[[ Listed entries open ]]

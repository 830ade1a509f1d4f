"""HTTP service through FastAPI's TestClient: every endpoint, the error shape, limits, logs, metrics."""
import base64
import io
import json
import logging
import shutil
import struct
import time
import zipfile
import zlib
from dataclasses import replace
from pathlib import Path

import numpy as np
import pytest
from fastapi.testclient import TestClient
from PIL import Image
from prometheus_client.parser import text_string_to_metric_families
from pydantic import ValidationError

from geotween.models.confidence import fit_confidence
from geotween.models.engine import FITTED_SIGNALS as SIGNALS, Endpoint, Engine, ServingConfig
from geotween.models.render import render_many
from geotween.service.api import create_app
from geotween.service.registry import Registry
from geotween.service.settings import Settings

KEY = "test-key-0123456789abcdef"
LIMITS = dict(max_body_bytes=256 * 1024, max_image_pixels=1_000_000, max_frames=16, max_fill_sync=4,
              max_fill_targets=64)




def P(az, el):
    return {"lamp_azimuth": az, "lamp_elevation": el}


def png(arr: np.ndarray, fmt: str = "PNG") -> bytes:
    buf = io.BytesIO()
    Image.fromarray(arr).save(buf, format=fmt)
    return buf.getvalue()


def b64(data: bytes) -> str:
    return base64.b64encode(data).decode()


def claimed_png(width: int, height: int) -> bytes:
    """A PNG whose header claims width x height gray pixels but whose data holds one row: reading
    the header costs nothing, decoding it would fail (PNG layout per the PNG spec, RFC 2083)."""
    def chunk(kind: bytes, data: bytes) -> bytes:
        return struct.pack(">I", len(data)) + kind + data + struct.pack(">I", zlib.crc32(kind + data))

    ihdr = struct.pack(">IIBBBBB", width, height, 8, 0, 0, 0, 0)
    return (b"\x89PNG\r\n\x1a\n" + chunk(b"IHDR", ihdr) + chunk(b"IDAT", zlib.compress(b"\x00" * (width + 1)))
            + chunk(b"IEND", b""))


def with_confidence(src: Path, folder: Path) -> None:
    """Copy a bundle and give it a fitted confidence model (outcome: the frame's summed
    off-manifold signals below their median), so accepted/rejected both occur."""
    shutil.copytree(src, folder, dirs_exist_ok=True)
    engine = Engine.load(src)
    az, el = np.meshgrid(np.arange(5.0, 360.0, 30.0), [25.0, 45.0, 65.0], indexing="ij")
    frames = engine.fill([P(a, e) for a, e in zip(az.ravel(), el.ravel())], min_confidence=0.5)
    sig = np.array([[f.signals[k] for k in SIGNALS] for f in frames])
    outcome = (sig.sum(1) < np.median(sig.sum(1))).astype(float)
    model, report = fit_confidence(sig, outcome, names=list(SIGNALS), seed=0)
    manifest = json.loads((folder / "manifest.json").read_text())
    manifest["confidence"] = {"tau": 0.9, "signals": list(SIGNALS), "model": model.to_dict()}
    manifest["metrics"]["confidence"] = {"status": "fitted", "tau": 0.9, "ece": report["ece"],
                                         "auroc": report["auroc"], "method": report["method"]}
    (folder / "manifest.json").write_text(json.dumps(manifest))


@pytest.fixture(scope="module")
def registry(tmp_path_factory, service_bundle):
    root = tmp_path_factory.mktemp("registry")
    reg = Registry.open(root)
    entry = reg.publish("tile", lambda folder: shutil.copytree(service_bundle, folder, dirs_exist_ok=True))
    reg.publish("tile-cal", lambda folder: with_confidence(entry.path, folder))
    return reg


@pytest.fixture(scope="module")
def client(registry):
    app = create_app(Settings(registry=registry.root, api_keys=[KEY], **LIMITS))
    with TestClient(app) as c:
        yield c


def between_body(**kw):
    return {"start": {"params": P(10, 30)}, "end": {"params": P(100, 60)}, "frames": 3, **kw}


def decode_frame(text: str) -> np.ndarray:
    return np.asarray(Image.open(io.BytesIO(base64.b64decode(text))))


def metric(c, name: str, **labels) -> float:
    text = c.get("/metrics").text
    total = 0.0
    for family in text_string_to_metric_families(text):  # the reference parser of prometheus_client
        for s in family.samples:
            if s.name == name and all(s.labels.get(k) == v for k, v in labels.items()):
                total += s.value
    return total


# -- operations ---------------------------------------------------------------------------------
def test_health_ready_and_metrics_format(client):
    assert client.get("/healthz").json() == {"status": "ok"}
    ready = client.get("/readyz")
    assert ready.status_code == 200 and ready.json()["status"] == "ready"
    r = client.get("/metrics")
    assert r.headers["content-type"].startswith("text/plain")
    names = {f.name for f in text_string_to_metric_families(r.text)}
    assert {"geotween_requests", "geotween_request_duration_seconds", "geotween_frames_served",
            "geotween_frames_rejected", "geotween_model_cache_size"} <= names


def test_readyz_is_503_until_the_registry_is_readable(tmp_path):
    blocker = tmp_path / "file"
    blocker.write_text("not a folder")  # a registry under a plain file can never be created
    app = create_app(Settings(registry=blocker / "registry"))
    with TestClient(app) as c:
        r = c.get("/readyz")
        assert r.status_code == 503 and r.json()["error"]["code"] == "registry_unavailable"
        assert c.get("/healthz").status_code == 200  # alive all the same
        assert c.get("/v1/models").status_code == 503


# -- models -------------------------------------------------------------------------------------
def test_list_and_describe_models(client, registry):
    listing = client.get("/v1/models").json()["models"]
    assert [m["name"] for m in listing] == ["tile", "tile-cal"]
    d = client.get("/v1/models/tile").json()
    assert d["latest_version"] == 1 and [v["version"] for v in d["versions"]] == [1]
    assert [p["name"] for p in d["parameters"]] == ["lamp_azimuth", "lamp_elevation"]
    assert d["parameters"][0]["periodic"] is True and d["resolution"] == 16 and d["channels"] == 1
    assert d["metrics"] == registry.get("tile").metrics
    assert d["calibration"]["fitted"] is False
    # trained without a detail-transfer choice: it never refines
    assert d["refine"] == {"on": False, "chosen": False, "config": None, "holdout": None, "skippable": False}
    cal = client.get("/v1/models/tile-cal").json()["calibration"]
    assert cal["fitted"] is True and cal["tau"] == 0.9 and cal["signals"] == list(SIGNALS)
    assert cal["method"] in ("platt", "isotonic")


def test_between_serves_the_engines_frames(client, registry):
    r = client.post("/v1/models/tile/between", json=between_body(frames=5, route="straight"))
    assert r.status_code == 200, r.text
    d = r.json()
    assert d["model"] == "tile" and d["version"] == 1 and d["route"] == "straight"
    assert d["synthesized"] is True and "not captured" in d["notice"]
    assert [f["index"] for f in d["frames"]] == [1, 2, 3, 4, 5]
    assert [f["t"] for f in d["frames"]] == pytest.approx([i / 6 for i in range(1, 6)])  # DESIGN: t = i/(n+1)
    # uncalibrated model: confidence null and every frame accepted
    assert all(f["confidence"] is None and f["accepted"] for f in d["frames"])
    assert all("detail" in f and f["detail"] is None for f in d["frames"])  # the model does not refine
    assert (d["accepted"], d["rejected"]) == (5, 0)
    engine = Engine.load(registry.get("tile").path)
    want = engine.between(Endpoint(params=P(10, 30)), Endpoint(params=P(100, 60)), frames=5, route="straight")
    for got, ref in zip(d["frames"], want.frames):
        img = decode_frame(got["image"]).astype(int)  # decoded by PIL, not by the service
        assert img.shape == (16, 16)
        assert np.abs(img - np.round(ref.image[..., 0] * 255)).max() <= 1
        assert got["params"] == pytest.approx(ref.params)


def test_between_with_images_png_and_jpeg(client):
    truth = (render_many(np.array([[30.0, 40.0], [120.0, 60.0]]), 48)[..., 0] * 255).astype(np.uint8)
    rgb = np.repeat(truth[1][..., None], 3, axis=-1)  # RGB and 48 px: the service converts and resizes
    body = {"start": {"image": b64(png(truth[0]))}, "end": {"image": "data:image/jpeg;base64," + b64(png(rgb, "JPEG"))},
            "frames": 2}
    r = client.post("/v1/models/tile/between", json=body)
    assert r.status_code == 200, r.text
    assert len(r.json()["frames"]) == 2


def test_between_upload_form(client):
    frames = (render_many(np.array([[30.0, 40.0], [120.0, 60.0]]), 16)[..., 0] * 255).astype(np.uint8)
    files = {"start": ("a.png", png(frames[0]), "image/png"), "end": ("b.png", png(frames[1]), "image/png")}
    r = client.post("/v1/models/tile/between/upload", files=files, data={"frames": "3", "route": "straight"})
    assert r.status_code == 200, r.text
    assert r.json()["route"] == "straight" and len(r.json()["frames"]) == 3
    bad = client.post("/v1/models/tile/between/upload", files=files, data={"frames": "99"})
    assert bad.status_code == 422 and bad.json()["error"]["field"] == "frames"
    junk = {**files, "end": ("b.png", b"not an image", "image/png")}
    r = client.post("/v1/models/tile/between/upload", files=junk)
    assert r.status_code == 422 and r.json()["error"] == {
        "code": "invalid_image", "field": "end", "message": r.json()["error"]["message"]}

[[ Listed entries closed ]]

▶ [About this exercise] Within the entries above, find each line where "publish" appears; copy every one.

▶ [Response below]
    entry = reg.publish("tile", lambda folder: shutil.copytree(service_bundle, folder, dirs_exist_ok=True))
    reg.publish("tile-cal", lambda folder: with_confidence(entry.path, folder))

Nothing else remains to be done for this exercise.